» The data

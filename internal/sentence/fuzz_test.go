package sentence

import (
	"testing"
	"unicode"
	"unicode/utf8"
)

// Sentences are ordered, disjoint, non-empty ranges of the text, trimmed of white space, and every
// character outside them is white space. Seeds: testdata/fuzz/FuzzSplit.
func FuzzSplit(f *testing.F) {
	for _, s := range []string{"I live here. Dr. Ada lives there!", "Never!\" she said.\n\nOk", "e.g. the 3.5 m boat", "。你好？", "\xff. A."} {
		f.Add(s)
	}
	f.Fuzz(func(t *testing.T, text string) {
		last := 0
		for _, r := range Split(text) {
			if r.Start < last || r.End <= r.Start || r.End > len(text) {
				t.Fatalf("range %v after %d in %q", r, last, text)
			}
			for _, c := range text[last:r.Start] {
				if !unicode.IsSpace(c) {
					t.Fatalf("%q left out of every sentence of %q", c, text)
				}
			}
			first, _ := utf8.DecodeRuneInString(text[r.Start:])
			end, _ := utf8.DecodeLastRuneInString(text[:r.End])
			if unicode.IsSpace(first) || unicode.IsSpace(end) {
				t.Fatalf("sentence %q not trimmed", text[r.Start:r.End])
			}
			last = r.End
		}
		for _, c := range text[last:] {
			if !unicode.IsSpace(c) {
				t.Fatalf("%q after the last sentence of %q", c, text)
			}
		}
	})
}
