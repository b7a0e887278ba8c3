# gainsay: `make demo` and `make test` work on a fresh machine with Go, Python 3, npm and (for the
# browser test) apt; each installs what it needs first.

GO      ?= go
PYTHON  ?= python3
VENV    := .venv
VPY     := $(VENV)/bin/python
BIN     := bin/gainsay
OUT     := out

.PHONY: all setup ort build demo test test-go test-python browser fuzz bench clean

all: build

# ONNX Runtime 1.30.0 into ~/.local/share/gainsay/onnxruntime (see scripts/install-onnxruntime).
ort:
	@scripts/install-onnxruntime >/dev/null

setup: ort
	$(GO) mod download

build: setup
	$(GO) build -o $(BIN) ./cmd/gainsay

# The main job on the built-in model: check the demo character's replies, then write the report.
demo: build
	@mkdir -p $(OUT)
	$(BIN) check --profile testdata/demo/maren.yaml --replies testdata/demo/replies.jsonl --out $(OUT)/demo.jsonl
	$(BIN) report $(OUT)/demo.jsonl --profile testdata/demo/maren.yaml -o $(OUT)/demo-report.html
	@$(PYTHON) scripts/show-demo.py $(OUT)/demo.jsonl

# Python for the reference checks and the training-loop package (no torch: the NumPy losses suffice).
$(VENV)/.ok: scripts/requirements-test.txt scripts/python/pyproject.toml
	$(PYTHON) -m venv $(VENV)
	$(VPY) -m pip install --quiet --upgrade pip
	$(VPY) -m pip install --quiet -r scripts/requirements-test.txt
	$(VPY) -m pip install --quiet -e scripts/python
	@touch $@

# Chromium and ChromeDriver for the report's browser test, from Debian's packages.
browser:
	@command -v chromium >/dev/null && command -v chromedriver >/dev/null || scripts/install-browser

test: build $(VENV)/.ok browser
	$(GO) vet ./...
	GAINSAY_REQUIRE_BROWSER=1 $(GO) test ./...
	GAINSAY_BIN=$(CURDIR)/$(BIN) $(VPY) -m pytest -q scripts/python/tests scripts/reference/tests
	$(MAKE) --no-print-directory fuzz

# Each fuzz test for a short fixed time (the seed corpora in testdata/fuzz run in every go test).
FUZZ_TIME ?= 10s
FUZZ := ./profile:FuzzParseProfile ./:FuzzReplyReader ./internal/sentence:FuzzSplit \
	./tokenizer:FuzzEncodePair ./serve:FuzzDecodeRequest
fuzz:
	@for t in $(FUZZ); do \
		$(GO) test -run '^$$' -fuzz "^$${t#*:}$$" -fuzztime $(FUZZ_TIME) "$${t%%:*}" || exit 1; \
	done

# Timings live here, never in pass/fail tests.
bench: build
	$(GO) test -run '^$$' -bench . -benchtime 3x ./nli ./serve ./models/builtin
	scripts/bench.sh

clean:
	rm -rf bin $(OUT) $(VENV)
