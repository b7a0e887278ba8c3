package gainsay

import (
	"bytes"
	"errors"
	"io"
	"testing"
	"unicode/utf8"
)

// The replies reader never panics and loses nothing: one reply per non-blank line, each either
// readable (an id, UTF-8 text) or carrying its error and line. Seeds: testdata/fuzz/FuzzReplyReader.
func FuzzReplyReader(f *testing.F) {
	f.Add([]byte(`{"id": "a", "text": "Hello.", "context": "Hi?", "step": 7}`+"\n\n"+`{"id": 2, "text": "x"}`), false)
	f.Add([]byte("{\"id\": \"f\", \"text\": \"caf\xe9\"}\n[1, 2]\n\"just a string\"\n{\"text\": 5}"), false)
	f.Add([]byte("\ufeffFirst reply.\r\n\nSecond reply.\n\xff\n"), true)
	f.Fuzz(func(t *testing.T, data []byte, text bool) {
		format := FormatJSONL
		if text {
			format = FormatText
		}
		want := 0
		for i, line := range bytes.Split(data, []byte("\n")) {
			if i == 0 {
				line = bytes.TrimPrefix(line, []byte("\xef\xbb\xbf"))
			}
			if len(bytes.TrimSpace(bytes.TrimRight(line, "\r"))) > 0 {
				want++
			}
		}
		rr := NewReplyReader(bytes.NewReader(data), "fuzz", format, 50)
		got, last := 0, 0
		for {
			r, err := rr.Next()
			if errors.Is(err, io.EOF) {
				break
			}
			if err != nil {
				t.Fatal(err)
			}
			got++
			if r.Line <= last {
				t.Fatalf("line %d after %d", r.Line, last)
			}
			last = r.Line
			if r.Err == nil && (r.ID == "" || !utf8.ValidString(r.Text) || utf8.RuneCountInString(r.Text) > 50) {
				t.Fatalf("accepted %+v", r)
			}
		}
		if got != want {
			t.Fatalf("%d replies from %d non-blank lines", got, want)
		}
	})
}
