package gainsay_test

import (
	"fmt"
	"log"

	"github.com/gainsay/gainsay"
	"github.com/gainsay/gainsay/nli"
	"github.com/gainsay/gainsay/profile"
)

// Check a reply against a profile: the verdict, the fact it contradicts and the words to blame. The
// model here is nli's tiny test model (its contradiction logit counts "never"); use builtin.Open or
// nli.OpenDir for a real one.
func ExampleChecker_Check() {
	model, err := nli.OpenDir("nli/testdata/tiny-wordpiece", nli.Options{})
	if err != nil {
		log.Fatal(err)
	}
	defer model.Close()
	prof, err := profile.ParseProfile("maren.yaml", []byte(`
character: maren
facts:
  - id: swim
    text: I swim in the sea every morning.
`), profile.FormatYAML)
	if err != nil {
		log.Fatal(err)
	}
	c := &gainsay.Checker{Scorer: &nli.Scorer{Model: model}}
	records, _ := c.Check(prof, []gainsay.Reply{{ID: "s1", Text: "Good morning! I have never seen the sea."}})
	for _, r := range records {
		fmt.Println(r.ID, r.Verdict)
		for _, f := range r.Findings {
			fmt.Printf("  against %s: %q, blame %q\n", f.FactID, f.Sentence.Text, f.Spans[0].Text)
		}
	}
	// Output:
	// s1 contradiction
	//   against swim: "I have never seen the sea.", blame "never"
}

» Directions for this task
Only a number is expected here: how many lines of the records above contain "every".

» Exercise solution
4